WHAT IS REQUIRED: Going down the data below, set down exactly the line with "expect(accepted.status).toBe(200);" and each line after it through the line with "amount agreed now."; no other lines.

+++

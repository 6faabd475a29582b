import { afterAll, beforeAll, describe, expect, it } from 'vitest';
import { orderDetailSchema } from '../../shared/schemas/order.schema';
import { createTestApp, type TestApp } from '../setup/test-app';
import { contractorWithEstimate, merchantWithCatalogue, orderBody } from '../setup/order-scenario';
import { inDays, signIn } from '../setup/scenario';

let t: TestApp;
beforeAll(async () => {
  t = await createTestApp({ LOGIN_RATE_LIMIT: '1000' });
});
afterAll(async () => t.close());

const TILE = 'TRS-FL420-SG';

describe('an order shows what comes now, what follows and what was dropped, priced, on both sides', () => {
  it('after a part-confirmation the amount agreed now is what the invoice charges, and the rest is priced as to follow', async () => {
    const m = await merchantWithCatalogue(t);
    const k = await contractorWithEstimate(t, m);
    const placed = orderDetailSchema.parse((await k.c.post('/api/orders', orderBody(k, m))).body);
    const tile = placed.lines.find((l) => l.sku === TILE)!;
    const asked = placed.lines.reduce((s, l) => s + l.quantity * l.unit_price, 0);
    // Before the desk answers, everything asked for is what would come.
    expect(placed.amounts).toEqual({ agreed_now_minor: asked, to_follow_minor: 0, dropped_minor: 0 });

    const desk = await signIn(t.app, m.salesEmail);
    expect((await desk.post(`/api/orders/${placed.id}/confirm`, { lines: [{ line_id: tile.id, quantity: tile.quantity - 3 }] })).status).toBe(200);

    const owed = 3 * tile.unit_price;
    for (const side of [desk, k.c]) {
      const order = orderDetailSchema.parse((await side.get(`/api/orders/${placed.id}`)).body);
      expect(order.amounts).toEqual({ agreed_now_minor: asked - owed, to_follow_minor: owed, dropped_minor: 0 });
      const line = order.lines.find((l) => l.id === tile.id)!;
      expect(line).toMatchObject({ now_quantity: tile.quantity - 3, now_total: (tile.quantity - 3) * tile.unit_price, to_follow_total: owed, dropped_quantity: 0, dropped_total: 0 });
      expect(order.lines.reduce((s, l) => s + l.now_total, 0)).toBe(order.amounts.agreed_now_minor);
    }

    const owner = await signIn(t.app, m.ownerEmail);
    const invoice = await owner.post(`/api/orders/${placed.id}/invoice`, {});
    expect(invoice.status, JSON.stringify(invoice.body)).toBe(201);
    expect(invoice.body.subtotal).toBe(asked - owed);

    // Once the follow-up order is started, the packs to follow name it on both sides.
    const follow = await desk.post(`/api/orders/${placed.id}/follow-up`, { requested_date: inDays(14) });
    expect(follow.status).toBe(201);
    const seen = orderDetailSchema.parse((await k.c.get(`/api/orders/${placed.id}`)).body);
    expect(seen.followed_by?.id).toBe(follow.body.id);
    expect(orderDetailSchema.parse(follow.body).amounts.agreed_now_minor).toBe(owed);
  });

  it('prices the packs the desk cannot send and does not back-order as dropped, not as coming', async () => {
    const m = await merchantWithCatalogue(t);
    const k = await contractorWithEstimate(t, m);
    const placed = orderDetailSchema.parse((await k.c.post('/api/orders', orderBody(k, m))).body);
    const tile = placed.lines.find((l) => l.sku === TILE)!;
    const desk = await signIn(t.app, m.salesEmail);
    const offered = await desk.post(`/api/orders/${placed.id}/proposals`, {
      revision: placed.revision,
      lines: [{ line_id: tile.id, confirmed_quantity: tile.quantity - 5, back_order_quantity: 2 }],
    });
    expect(offered.status, JSON.stringify(offered.body)).toBe(201);
    const accepted = await k.c.post(`/api/orders/${placed.id}/proposals/${offered.body.proposal_id}/accept`, {});
    expect(accepted.status).toBe(200);
    const asked = placed.lines.reduce((s, l) => s + l.quantity * l.unit_price, 0);
    const order = orderDetailSchema.parse(accepted.body);
    expect(order.amounts).toEqual({ agreed_now_minor: asked - 5 * tile.unit_price, to_follow_minor: 2 * tile.unit_price, dropped_minor: 3 * tile.unit_price });
    expect(order.lines.find((l) => l.id === tile.id)).toMatchObject({ dropped_quantity: 3, dropped_total: 3 * tile.unit_price });

    // The desk then confirms what was agreed: the invoice for it charges exactly the amount agreed now.
    expect((await desk.post(`/api/orders/${placed.id}/confirm`, {})).status).toBe(200);
    const confirmed = orderDetailSchema.parse((await desk.get(`/api/orders/${placed.id}`)).body);
    const invoice = await (await signIn(t.app, m.ownerEmail)).post(`/api/orders/${placed.id}/invoice`, {});
    expect(invoice.body.subtotal).toBe(confirmed.amounts.agreed_now_minor);
  });
});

+++

RESPONSE:
    expect(accepted.status).toBe(200);
    const asked = placed.lines.reduce((s, l) => s + l.quantity * l.unit_price, 0);
    const order = orderDetailSchema.parse(accepted.body);
    expect(order.amounts).toEqual({ agreed_now_minor: asked - 5 * tile.unit_price, to_follow_minor: 2 * tile.unit_price, dropped_minor: 3 * tile.unit_price });
    expect(order.lines.find((l) => l.id === tile.id)).toMatchObject({ dropped_quantity: 3, dropped_total: 3 * tile.unit_price });

    // The desk then confirms what was agreed: the invoice for it charges exactly the amount agreed now.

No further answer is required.